[Dataset entries]

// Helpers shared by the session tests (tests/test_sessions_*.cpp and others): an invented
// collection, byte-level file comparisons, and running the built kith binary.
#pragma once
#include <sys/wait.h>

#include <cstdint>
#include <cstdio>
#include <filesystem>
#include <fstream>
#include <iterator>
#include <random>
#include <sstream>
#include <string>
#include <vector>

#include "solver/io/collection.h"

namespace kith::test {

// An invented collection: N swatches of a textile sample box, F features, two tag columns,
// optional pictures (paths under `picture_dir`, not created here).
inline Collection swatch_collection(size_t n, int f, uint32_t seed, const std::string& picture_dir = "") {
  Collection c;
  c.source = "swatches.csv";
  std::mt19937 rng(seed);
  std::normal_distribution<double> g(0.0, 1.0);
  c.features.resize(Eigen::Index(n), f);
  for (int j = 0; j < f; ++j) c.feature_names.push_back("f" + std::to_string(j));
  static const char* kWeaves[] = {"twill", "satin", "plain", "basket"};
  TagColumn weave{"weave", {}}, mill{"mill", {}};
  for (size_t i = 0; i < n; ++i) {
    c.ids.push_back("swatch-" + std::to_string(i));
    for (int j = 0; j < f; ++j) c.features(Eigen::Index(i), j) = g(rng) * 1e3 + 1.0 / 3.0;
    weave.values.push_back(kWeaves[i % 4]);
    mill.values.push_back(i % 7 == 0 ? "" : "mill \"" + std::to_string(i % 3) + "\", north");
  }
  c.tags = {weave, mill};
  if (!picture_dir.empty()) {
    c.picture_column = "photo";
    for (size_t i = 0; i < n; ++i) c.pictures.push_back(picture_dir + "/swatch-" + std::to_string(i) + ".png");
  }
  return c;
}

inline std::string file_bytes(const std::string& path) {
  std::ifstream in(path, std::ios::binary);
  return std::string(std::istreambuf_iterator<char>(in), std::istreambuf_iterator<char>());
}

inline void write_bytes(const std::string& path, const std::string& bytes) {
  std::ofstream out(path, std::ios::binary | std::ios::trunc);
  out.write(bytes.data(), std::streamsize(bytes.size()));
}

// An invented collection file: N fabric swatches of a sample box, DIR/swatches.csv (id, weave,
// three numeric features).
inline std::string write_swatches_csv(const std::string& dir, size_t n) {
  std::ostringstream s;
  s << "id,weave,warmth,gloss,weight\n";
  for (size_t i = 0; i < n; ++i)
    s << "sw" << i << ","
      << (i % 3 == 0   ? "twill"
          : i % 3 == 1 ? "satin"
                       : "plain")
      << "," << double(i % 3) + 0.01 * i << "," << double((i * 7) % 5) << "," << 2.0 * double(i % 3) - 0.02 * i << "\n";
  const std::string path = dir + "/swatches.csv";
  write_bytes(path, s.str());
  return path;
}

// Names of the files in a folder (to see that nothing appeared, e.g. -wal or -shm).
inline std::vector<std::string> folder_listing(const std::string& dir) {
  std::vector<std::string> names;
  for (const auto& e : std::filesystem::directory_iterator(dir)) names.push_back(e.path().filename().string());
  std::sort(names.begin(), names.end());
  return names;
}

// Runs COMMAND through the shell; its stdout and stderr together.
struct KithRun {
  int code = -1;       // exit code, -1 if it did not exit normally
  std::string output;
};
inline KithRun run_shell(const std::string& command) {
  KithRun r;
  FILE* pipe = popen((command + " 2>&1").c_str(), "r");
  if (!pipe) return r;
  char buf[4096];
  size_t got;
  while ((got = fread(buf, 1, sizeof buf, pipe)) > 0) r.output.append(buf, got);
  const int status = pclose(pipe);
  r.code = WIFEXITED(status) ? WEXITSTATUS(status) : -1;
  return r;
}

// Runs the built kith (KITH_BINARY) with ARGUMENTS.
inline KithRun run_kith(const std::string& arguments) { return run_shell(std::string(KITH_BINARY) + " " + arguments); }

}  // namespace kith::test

...

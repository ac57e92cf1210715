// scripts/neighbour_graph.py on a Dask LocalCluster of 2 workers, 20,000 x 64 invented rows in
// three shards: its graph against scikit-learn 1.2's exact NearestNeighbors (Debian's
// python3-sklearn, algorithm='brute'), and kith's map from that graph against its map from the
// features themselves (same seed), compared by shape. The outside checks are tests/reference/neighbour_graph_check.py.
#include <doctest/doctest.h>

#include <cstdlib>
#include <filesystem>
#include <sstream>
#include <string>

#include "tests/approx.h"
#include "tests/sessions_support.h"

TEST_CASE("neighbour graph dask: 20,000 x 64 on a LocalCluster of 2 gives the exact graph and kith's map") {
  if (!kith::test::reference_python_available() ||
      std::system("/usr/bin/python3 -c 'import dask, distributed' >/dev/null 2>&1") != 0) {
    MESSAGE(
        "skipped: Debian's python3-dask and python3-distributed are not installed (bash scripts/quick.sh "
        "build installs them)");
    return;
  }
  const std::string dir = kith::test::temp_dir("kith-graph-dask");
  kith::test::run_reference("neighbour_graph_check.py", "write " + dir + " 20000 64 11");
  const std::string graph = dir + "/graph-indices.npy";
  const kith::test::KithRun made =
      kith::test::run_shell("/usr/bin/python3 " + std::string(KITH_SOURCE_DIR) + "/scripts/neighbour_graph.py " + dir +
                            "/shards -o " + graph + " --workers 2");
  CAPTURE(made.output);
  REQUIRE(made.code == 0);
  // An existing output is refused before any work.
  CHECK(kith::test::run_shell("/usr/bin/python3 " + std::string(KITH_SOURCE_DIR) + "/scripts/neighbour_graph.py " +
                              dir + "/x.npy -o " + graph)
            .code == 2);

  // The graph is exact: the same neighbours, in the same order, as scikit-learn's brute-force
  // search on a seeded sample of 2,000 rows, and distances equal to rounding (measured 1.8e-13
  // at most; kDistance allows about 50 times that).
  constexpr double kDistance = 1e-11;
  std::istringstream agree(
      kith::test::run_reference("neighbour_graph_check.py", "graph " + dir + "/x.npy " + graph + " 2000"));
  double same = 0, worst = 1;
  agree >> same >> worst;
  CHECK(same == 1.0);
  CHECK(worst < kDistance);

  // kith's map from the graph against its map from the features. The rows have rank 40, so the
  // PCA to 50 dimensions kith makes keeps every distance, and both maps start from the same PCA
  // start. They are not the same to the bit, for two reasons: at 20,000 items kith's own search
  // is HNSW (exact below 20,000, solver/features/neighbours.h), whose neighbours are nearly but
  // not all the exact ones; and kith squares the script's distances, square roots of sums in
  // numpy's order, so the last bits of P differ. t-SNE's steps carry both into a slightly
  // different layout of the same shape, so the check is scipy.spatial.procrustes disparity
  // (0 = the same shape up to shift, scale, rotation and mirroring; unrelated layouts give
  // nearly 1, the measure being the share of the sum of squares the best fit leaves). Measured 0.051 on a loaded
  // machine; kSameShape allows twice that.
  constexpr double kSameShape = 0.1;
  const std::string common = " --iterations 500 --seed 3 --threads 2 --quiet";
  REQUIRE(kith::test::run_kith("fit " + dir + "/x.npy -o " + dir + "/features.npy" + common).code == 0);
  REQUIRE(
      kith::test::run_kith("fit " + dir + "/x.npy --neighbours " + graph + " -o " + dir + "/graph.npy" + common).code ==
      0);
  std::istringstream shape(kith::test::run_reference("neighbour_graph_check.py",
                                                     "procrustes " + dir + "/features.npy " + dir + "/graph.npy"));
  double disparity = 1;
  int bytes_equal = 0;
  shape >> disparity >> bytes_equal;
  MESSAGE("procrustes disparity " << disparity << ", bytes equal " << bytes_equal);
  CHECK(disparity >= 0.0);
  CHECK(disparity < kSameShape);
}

→ **What to produce**: Please determine how many lines in the entries contain the word "agree" and reply with that figure alone.

→ **Response below**: 2